__Work instruction__
Set down exactly, from the records below, the line with "if (row.capture !== e.capture)" through the line with "line is complete.", and nothing else.

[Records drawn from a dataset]
☆ ☆ ☆
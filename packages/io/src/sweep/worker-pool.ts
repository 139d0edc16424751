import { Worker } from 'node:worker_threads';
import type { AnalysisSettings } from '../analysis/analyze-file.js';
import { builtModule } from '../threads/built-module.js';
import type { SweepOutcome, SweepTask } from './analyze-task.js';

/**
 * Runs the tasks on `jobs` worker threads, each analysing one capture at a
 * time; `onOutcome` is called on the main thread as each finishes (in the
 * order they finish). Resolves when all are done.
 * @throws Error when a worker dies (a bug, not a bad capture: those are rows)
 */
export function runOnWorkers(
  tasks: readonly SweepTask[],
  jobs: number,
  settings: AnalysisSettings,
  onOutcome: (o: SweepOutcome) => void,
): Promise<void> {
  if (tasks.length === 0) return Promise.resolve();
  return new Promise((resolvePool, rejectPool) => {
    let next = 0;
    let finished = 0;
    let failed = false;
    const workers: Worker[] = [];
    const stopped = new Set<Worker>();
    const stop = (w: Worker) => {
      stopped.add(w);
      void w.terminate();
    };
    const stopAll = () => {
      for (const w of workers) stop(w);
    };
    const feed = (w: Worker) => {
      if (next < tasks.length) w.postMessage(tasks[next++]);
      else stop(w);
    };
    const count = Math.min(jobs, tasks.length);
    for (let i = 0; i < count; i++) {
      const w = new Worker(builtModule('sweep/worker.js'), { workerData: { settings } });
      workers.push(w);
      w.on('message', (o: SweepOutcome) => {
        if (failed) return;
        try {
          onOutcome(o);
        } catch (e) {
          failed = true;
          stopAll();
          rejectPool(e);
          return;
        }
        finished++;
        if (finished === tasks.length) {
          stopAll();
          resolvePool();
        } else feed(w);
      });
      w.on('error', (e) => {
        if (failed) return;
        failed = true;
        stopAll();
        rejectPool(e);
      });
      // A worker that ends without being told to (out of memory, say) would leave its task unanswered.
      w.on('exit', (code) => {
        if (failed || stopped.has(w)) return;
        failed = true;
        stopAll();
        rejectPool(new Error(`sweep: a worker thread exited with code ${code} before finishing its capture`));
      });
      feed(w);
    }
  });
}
☆ ☆ ☆
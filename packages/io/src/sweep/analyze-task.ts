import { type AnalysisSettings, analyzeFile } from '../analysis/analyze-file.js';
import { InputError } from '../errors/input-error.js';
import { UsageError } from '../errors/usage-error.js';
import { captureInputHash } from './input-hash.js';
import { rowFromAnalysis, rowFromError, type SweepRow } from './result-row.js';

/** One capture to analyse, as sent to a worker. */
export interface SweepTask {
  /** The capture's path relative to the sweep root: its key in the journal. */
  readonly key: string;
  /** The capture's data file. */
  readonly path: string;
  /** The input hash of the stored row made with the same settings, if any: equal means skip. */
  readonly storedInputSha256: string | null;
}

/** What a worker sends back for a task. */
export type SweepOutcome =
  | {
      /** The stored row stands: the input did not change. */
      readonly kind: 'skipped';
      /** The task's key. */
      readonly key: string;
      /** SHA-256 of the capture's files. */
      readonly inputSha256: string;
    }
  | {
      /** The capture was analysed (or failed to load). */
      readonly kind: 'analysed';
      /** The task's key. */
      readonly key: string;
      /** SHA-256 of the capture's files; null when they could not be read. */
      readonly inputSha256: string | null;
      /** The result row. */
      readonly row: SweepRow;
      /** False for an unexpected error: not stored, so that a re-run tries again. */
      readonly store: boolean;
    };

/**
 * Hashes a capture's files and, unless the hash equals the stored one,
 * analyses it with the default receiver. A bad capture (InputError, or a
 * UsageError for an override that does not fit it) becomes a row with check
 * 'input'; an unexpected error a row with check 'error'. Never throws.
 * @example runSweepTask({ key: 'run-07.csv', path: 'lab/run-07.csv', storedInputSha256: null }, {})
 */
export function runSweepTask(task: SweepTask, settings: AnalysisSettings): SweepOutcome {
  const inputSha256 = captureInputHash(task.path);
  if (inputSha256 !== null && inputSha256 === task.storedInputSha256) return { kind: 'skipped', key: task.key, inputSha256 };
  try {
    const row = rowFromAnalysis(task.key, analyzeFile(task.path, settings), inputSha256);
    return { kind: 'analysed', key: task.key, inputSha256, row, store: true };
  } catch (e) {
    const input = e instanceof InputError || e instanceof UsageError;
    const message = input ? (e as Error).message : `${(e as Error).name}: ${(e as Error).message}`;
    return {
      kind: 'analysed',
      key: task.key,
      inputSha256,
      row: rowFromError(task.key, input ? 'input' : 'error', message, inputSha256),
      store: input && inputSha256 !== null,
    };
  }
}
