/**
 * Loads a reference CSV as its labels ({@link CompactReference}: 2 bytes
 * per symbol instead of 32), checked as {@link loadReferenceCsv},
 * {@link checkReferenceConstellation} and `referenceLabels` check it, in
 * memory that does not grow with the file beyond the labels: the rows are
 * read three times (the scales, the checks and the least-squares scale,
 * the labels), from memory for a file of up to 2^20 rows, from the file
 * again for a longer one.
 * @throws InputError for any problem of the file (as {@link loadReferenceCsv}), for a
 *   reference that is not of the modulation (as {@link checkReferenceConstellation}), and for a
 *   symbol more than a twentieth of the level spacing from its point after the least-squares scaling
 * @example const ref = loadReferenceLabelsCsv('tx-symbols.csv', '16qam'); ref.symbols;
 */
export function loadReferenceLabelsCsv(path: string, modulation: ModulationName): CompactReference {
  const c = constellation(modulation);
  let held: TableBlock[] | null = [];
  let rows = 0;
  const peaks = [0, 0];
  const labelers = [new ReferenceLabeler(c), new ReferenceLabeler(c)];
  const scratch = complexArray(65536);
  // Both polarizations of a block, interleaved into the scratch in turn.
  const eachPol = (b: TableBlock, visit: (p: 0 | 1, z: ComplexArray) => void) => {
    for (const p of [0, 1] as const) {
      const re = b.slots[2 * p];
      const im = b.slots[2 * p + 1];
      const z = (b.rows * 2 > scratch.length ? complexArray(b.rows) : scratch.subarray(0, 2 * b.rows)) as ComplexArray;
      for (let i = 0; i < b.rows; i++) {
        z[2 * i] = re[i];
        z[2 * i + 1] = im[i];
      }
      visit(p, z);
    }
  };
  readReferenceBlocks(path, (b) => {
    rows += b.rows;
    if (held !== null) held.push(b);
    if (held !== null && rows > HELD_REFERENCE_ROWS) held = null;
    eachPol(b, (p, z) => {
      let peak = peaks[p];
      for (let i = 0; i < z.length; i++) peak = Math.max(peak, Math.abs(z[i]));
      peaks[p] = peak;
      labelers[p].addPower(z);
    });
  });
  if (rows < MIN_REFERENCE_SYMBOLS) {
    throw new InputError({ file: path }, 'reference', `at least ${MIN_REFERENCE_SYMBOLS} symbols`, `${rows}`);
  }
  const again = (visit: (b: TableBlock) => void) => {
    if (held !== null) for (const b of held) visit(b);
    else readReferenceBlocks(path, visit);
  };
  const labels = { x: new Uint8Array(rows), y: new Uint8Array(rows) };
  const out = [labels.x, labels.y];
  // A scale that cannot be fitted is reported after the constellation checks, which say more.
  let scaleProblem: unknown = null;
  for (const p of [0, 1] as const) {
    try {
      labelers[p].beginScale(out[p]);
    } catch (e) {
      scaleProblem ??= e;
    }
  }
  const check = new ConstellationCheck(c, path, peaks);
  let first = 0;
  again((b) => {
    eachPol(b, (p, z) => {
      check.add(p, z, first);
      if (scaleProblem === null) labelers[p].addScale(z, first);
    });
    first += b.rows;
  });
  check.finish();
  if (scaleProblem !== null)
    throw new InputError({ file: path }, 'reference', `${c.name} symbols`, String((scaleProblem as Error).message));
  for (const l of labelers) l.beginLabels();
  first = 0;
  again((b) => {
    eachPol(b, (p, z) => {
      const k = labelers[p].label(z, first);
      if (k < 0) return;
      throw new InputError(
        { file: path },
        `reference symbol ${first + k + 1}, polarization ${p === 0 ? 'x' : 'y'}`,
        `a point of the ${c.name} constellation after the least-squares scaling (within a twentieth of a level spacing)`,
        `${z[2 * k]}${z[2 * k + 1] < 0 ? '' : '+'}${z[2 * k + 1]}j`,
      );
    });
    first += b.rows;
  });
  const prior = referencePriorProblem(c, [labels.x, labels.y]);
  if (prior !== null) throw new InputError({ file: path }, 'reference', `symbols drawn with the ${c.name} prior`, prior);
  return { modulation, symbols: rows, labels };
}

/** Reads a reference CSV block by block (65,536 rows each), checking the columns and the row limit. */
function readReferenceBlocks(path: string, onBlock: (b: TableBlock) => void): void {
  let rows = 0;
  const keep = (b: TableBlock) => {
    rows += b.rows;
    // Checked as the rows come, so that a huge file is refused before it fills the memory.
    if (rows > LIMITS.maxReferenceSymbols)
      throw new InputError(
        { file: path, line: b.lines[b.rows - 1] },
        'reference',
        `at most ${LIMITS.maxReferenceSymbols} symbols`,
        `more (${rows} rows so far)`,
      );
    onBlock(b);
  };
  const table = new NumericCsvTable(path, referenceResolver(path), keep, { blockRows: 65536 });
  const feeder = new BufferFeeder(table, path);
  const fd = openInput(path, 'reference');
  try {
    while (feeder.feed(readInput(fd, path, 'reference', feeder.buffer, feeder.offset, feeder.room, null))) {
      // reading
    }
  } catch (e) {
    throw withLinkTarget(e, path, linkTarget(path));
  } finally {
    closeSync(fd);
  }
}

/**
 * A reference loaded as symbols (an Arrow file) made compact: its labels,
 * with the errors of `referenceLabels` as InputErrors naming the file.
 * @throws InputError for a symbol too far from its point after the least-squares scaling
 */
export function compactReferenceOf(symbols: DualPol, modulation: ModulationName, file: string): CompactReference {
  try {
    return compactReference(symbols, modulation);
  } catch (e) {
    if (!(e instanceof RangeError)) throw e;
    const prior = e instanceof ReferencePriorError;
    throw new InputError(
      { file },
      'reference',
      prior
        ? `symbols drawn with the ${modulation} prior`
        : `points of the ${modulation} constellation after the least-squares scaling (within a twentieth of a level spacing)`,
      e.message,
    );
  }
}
☆ ☆ ☆
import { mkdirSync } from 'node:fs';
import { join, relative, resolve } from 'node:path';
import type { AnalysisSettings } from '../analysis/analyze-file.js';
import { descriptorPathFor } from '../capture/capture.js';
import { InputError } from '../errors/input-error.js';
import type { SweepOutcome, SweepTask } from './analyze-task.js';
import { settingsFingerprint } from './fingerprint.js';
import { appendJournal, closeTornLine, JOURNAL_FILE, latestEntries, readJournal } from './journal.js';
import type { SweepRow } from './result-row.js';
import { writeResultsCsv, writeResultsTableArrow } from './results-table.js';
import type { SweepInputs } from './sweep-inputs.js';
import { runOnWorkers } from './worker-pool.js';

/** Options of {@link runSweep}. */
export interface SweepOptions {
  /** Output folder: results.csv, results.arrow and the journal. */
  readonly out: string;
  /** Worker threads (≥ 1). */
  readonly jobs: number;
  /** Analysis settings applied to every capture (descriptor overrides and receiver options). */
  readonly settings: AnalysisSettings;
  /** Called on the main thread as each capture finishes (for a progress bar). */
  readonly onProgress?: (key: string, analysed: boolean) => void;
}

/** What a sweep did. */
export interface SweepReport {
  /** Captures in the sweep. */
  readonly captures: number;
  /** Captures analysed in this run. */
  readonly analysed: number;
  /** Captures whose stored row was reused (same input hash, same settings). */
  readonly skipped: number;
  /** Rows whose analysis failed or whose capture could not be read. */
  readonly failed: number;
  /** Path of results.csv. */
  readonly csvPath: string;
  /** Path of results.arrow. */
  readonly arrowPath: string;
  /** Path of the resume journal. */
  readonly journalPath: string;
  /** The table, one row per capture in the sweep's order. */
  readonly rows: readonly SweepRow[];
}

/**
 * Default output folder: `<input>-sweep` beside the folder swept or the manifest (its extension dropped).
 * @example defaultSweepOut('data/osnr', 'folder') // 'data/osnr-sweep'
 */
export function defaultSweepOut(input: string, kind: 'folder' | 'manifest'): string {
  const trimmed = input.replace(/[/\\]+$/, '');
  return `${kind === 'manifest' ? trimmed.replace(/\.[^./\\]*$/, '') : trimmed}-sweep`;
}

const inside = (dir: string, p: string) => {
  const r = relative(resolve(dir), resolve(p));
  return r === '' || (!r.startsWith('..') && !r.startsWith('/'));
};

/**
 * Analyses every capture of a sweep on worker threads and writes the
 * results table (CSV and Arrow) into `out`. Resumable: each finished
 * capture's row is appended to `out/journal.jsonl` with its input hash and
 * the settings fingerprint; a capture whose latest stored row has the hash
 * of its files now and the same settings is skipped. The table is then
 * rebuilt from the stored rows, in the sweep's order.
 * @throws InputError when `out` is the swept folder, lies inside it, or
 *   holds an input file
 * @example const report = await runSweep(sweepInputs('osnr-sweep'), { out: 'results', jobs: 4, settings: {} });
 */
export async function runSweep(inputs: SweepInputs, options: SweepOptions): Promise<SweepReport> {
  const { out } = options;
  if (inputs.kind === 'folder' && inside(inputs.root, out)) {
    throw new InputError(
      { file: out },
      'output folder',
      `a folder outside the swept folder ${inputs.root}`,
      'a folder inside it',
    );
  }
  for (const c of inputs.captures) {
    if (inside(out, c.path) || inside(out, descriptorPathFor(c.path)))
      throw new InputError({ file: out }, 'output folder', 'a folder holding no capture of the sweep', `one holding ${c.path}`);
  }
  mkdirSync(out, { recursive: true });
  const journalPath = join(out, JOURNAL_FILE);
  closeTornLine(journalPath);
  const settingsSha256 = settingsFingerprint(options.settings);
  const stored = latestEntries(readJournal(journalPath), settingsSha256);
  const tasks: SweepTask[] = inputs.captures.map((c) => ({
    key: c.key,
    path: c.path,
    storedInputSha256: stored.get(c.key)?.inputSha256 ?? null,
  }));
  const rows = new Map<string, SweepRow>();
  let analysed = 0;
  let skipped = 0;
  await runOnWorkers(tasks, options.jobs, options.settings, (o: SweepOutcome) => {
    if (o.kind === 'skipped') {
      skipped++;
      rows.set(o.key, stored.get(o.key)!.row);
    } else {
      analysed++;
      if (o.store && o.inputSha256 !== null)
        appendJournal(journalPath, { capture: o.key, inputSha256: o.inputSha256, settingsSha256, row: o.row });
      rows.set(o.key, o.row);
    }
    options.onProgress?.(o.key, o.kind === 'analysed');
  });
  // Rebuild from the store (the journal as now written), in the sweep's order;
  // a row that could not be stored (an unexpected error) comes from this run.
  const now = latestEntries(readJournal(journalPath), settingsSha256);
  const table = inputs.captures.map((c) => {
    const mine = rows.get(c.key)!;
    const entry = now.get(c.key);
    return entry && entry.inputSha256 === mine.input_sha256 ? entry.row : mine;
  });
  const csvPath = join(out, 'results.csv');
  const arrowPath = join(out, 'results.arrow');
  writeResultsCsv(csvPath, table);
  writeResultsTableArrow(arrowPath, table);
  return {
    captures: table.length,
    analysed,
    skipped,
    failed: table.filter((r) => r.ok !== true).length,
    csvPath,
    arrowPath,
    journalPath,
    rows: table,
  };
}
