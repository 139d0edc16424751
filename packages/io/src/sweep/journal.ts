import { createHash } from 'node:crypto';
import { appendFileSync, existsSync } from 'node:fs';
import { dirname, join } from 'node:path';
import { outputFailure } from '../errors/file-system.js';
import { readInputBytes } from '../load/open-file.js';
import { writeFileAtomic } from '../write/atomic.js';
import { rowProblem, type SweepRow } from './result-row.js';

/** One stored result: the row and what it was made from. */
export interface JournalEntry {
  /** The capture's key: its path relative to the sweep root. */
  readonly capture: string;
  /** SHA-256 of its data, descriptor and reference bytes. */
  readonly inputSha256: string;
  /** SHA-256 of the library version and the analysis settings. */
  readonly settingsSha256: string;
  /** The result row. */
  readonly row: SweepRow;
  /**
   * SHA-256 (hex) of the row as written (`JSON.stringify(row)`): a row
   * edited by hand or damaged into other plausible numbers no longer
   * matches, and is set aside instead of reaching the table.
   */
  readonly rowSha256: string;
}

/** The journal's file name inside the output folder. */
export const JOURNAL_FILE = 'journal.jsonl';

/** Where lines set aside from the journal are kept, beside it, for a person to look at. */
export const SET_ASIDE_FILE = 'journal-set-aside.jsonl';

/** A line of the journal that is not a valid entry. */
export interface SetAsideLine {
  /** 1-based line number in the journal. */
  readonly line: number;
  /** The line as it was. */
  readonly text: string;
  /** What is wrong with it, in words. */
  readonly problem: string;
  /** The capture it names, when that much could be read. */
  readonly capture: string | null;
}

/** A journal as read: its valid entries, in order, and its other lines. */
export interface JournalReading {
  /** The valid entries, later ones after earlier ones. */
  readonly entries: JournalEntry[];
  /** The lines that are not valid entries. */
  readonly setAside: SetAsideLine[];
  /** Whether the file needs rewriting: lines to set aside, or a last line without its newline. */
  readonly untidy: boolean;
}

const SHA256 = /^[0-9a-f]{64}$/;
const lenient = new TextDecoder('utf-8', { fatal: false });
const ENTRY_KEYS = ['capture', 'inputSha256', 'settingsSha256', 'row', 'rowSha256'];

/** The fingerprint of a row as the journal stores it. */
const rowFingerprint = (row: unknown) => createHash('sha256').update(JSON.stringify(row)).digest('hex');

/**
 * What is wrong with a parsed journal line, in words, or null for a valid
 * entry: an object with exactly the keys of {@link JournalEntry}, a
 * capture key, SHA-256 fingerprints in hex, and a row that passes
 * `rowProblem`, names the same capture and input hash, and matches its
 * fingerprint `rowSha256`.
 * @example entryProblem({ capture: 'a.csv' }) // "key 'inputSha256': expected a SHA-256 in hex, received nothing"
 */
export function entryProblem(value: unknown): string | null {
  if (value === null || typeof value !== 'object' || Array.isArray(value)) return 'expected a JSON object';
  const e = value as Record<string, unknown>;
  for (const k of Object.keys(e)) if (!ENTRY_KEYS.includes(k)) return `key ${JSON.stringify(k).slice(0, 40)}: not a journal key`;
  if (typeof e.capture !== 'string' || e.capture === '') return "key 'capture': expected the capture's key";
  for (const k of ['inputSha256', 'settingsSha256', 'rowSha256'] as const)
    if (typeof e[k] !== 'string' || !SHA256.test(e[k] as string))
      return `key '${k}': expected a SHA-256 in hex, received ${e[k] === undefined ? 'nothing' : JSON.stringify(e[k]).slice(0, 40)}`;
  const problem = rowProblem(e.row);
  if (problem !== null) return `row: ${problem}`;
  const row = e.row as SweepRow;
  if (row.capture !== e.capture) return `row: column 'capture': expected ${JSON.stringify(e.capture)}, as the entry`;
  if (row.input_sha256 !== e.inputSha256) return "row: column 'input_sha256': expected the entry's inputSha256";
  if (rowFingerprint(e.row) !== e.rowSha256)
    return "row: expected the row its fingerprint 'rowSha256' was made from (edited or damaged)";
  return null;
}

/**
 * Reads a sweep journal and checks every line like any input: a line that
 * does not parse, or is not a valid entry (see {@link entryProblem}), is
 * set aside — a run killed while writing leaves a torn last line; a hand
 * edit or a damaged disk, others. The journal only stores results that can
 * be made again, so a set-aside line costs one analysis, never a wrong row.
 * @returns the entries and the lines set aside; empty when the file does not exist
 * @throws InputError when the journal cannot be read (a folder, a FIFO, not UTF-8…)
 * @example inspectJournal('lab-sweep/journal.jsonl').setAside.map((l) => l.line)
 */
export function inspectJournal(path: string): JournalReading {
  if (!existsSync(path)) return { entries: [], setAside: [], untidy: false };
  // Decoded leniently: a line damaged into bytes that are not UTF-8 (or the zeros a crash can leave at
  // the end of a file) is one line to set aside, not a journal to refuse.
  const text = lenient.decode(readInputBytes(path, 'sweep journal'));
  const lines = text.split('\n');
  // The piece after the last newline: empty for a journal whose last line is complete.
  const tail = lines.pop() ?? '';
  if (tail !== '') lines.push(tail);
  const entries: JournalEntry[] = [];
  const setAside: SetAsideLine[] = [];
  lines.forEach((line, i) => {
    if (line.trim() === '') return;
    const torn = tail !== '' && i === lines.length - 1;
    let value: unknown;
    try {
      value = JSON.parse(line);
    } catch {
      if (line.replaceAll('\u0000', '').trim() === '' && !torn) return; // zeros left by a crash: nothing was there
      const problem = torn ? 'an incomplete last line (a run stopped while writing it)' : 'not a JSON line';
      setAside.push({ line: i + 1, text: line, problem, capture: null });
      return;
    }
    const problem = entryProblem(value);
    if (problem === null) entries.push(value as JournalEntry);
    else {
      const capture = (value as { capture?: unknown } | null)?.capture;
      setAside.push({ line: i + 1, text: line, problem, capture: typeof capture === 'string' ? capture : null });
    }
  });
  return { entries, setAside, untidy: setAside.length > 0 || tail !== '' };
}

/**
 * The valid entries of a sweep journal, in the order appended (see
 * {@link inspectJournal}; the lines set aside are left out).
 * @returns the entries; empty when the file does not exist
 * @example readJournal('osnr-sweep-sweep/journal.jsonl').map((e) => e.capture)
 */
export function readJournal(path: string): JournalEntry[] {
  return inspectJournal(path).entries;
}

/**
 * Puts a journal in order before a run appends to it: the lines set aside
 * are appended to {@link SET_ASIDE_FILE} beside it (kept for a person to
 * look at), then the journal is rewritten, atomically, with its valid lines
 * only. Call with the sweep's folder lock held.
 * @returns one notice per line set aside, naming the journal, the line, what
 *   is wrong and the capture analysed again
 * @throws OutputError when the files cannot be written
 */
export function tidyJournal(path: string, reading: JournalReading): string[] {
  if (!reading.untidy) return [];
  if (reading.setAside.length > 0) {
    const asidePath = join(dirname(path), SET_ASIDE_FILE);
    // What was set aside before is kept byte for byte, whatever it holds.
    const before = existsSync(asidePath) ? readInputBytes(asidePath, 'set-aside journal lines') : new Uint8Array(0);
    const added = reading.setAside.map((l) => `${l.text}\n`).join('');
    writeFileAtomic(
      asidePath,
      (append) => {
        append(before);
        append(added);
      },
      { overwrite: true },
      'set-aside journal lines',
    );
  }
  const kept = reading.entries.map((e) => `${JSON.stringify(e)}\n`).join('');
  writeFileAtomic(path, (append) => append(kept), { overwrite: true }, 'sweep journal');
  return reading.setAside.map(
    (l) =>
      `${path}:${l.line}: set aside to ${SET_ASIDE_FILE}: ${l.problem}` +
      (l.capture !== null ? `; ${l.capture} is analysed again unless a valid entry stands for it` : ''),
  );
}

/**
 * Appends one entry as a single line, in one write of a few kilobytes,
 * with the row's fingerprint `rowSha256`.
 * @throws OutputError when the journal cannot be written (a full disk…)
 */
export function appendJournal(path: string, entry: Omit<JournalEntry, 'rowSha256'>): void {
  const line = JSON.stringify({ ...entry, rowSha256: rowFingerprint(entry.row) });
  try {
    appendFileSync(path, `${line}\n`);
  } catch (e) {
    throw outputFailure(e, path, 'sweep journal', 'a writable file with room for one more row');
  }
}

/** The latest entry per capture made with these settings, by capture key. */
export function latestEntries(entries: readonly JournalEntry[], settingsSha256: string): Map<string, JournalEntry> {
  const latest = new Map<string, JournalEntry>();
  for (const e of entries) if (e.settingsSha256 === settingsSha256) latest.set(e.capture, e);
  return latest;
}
☆ ☆ ☆
__Solution for this task__
  if (row.capture !== e.capture) return `row: column 'capture': expected ${JSON.stringify(e.capture)}, as the entry`;
  if (row.input_sha256 !== e.inputSha256) return "row: column 'input_sha256': expected the entry's inputSha256";
  if (rowFingerprint(e.row) !== e.rowSha256)
    return "row: expected the row its fingerprint 'rowSha256' was made from (edited or damaged)";
  return null;
}

/**
 * Reads a sweep journal and checks every line like any input: a line that
 * does not parse, or is not a valid entry (see {@link entryProblem}), is
 * set aside — a run killed while writing leaves a torn last line; a hand
 * edit or a damaged disk, others. The journal only stores results that can
 * be made again, so a set-aside line costs one analysis, never a wrong row.
 * @returns the entries and the lines set aside; empty when the file does not exist
 * @throws InputError when the journal cannot be read (a folder, a FIFO, not UTF-8…)
 * @example inspectJournal('lab-sweep/journal.jsonl').setAside.map((l) => l.line)
 */
export function inspectJournal(path: string): JournalReading {
  if (!existsSync(path)) return { entries: [], setAside: [], untidy: false };
  // Decoded leniently: a line damaged into bytes that are not UTF-8 (or the zeros a crash can leave at
  // the end of a file) is one line to set aside, not a journal to refuse.
  const text = lenient.decode(readInputBytes(path, 'sweep journal'));
  const lines = text.split('\n');
  // The piece after the last newline: empty for a journal whose last line is complete.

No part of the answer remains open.